Obama’s Diplomacy Relies on Transparency, Trust

The president works to engage a new audience in the Middle East

In advance of President Barack Obama’s trip to Saudi Arabia and then to Egypt to address Arabs and Muslims at Cairo University, Thomas Friedman spoke to Obama by phone. The interview, detailed in a recent New York Times column, provides a lesson in something we talk about often here at HOW Online: inspirational leadership. Namely, that engaging an audience in a truthful, transparent manner can build trust when leaders live their values.

As Obama told Friedman when discussing his broader diplomatic approach to addressing U.S. foreign policy issues in the Middle East:

If we are engaged in speaking directly to the Arab street, and they are persuaded that we are operating in a straightforward manner, then, at the margins, both they and their leadership are more inclined and able to work with us.

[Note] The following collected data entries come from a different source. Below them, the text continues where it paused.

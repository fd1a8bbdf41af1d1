/**
 * Charts in Nebulith's own style, drawn by XChart: plain data holders
 * ({@link org.nebulith.report.chart.CondensationCurves}, {@link org.nebulith.report.chart.PhaseAssemblage},
 * {@link org.nebulith.report.chart.RadialProfile}, {@link org.nebulith.report.chart.BodyComparison},
 * {@link org.nebulith.report.chart.DevolatilisationPattern}, {@link org.nebulith.report.chart.SurveyScatter},
 * and the interior charts) build XChart XY charts styled by {@link org.nebulith.report.chart.ChartStyle}
 * and laid out in a {@link org.nebulith.report.chart.Figure} (one chart, stacked panels, small multiples);
 * {@link org.nebulith.report.chart.ChartRenderer} writes them atomically as PNG, SVG and PDF, the vector
 * files painted through {@link org.nebulith.report.chart.VectorCanvas}, which turns XChart's glyph
 * outlines back into live text and its line segments into one path per series.
 */
package org.nebulith.report.chart;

It’s the idea, as Friedman puts it, of going into people’s living rooms and not being “afraid to hold up a mirror to everything they are doing” and engaging them in a way that says, “I know and respect who you are.” That way, “you end up — if nothing else — creating a little more space for U.S. diplomacy. And you never know when that can help,” says Friedman. That “space” can go miles toward creating feelings of tolerance, inclusiveness and trust in any audience as long as it starts from an honest place.

As HOW Online contributor Dov Seidman said in a recent column, extending trust to any group — even one on all sides skeptical and potentially hostile — builds relationships and helps bring people from opposition to receptiveness. That trust can cure sensations of fear, uncertainty and disequilibrium. And people to whom we extend trust to will likely return that trust, even in uncertain times.

But it starts with the leaders themselves. “Leaders have to lead, and, hopefully, they will get supported by their people,” Obama told Friedman.

So will Obama’s mission and speech fall on deaf ears? Not likely, says Friedman:

Do not underestimate what seeds can get planted when American leaders don’t just propagate their values, but visibly live them.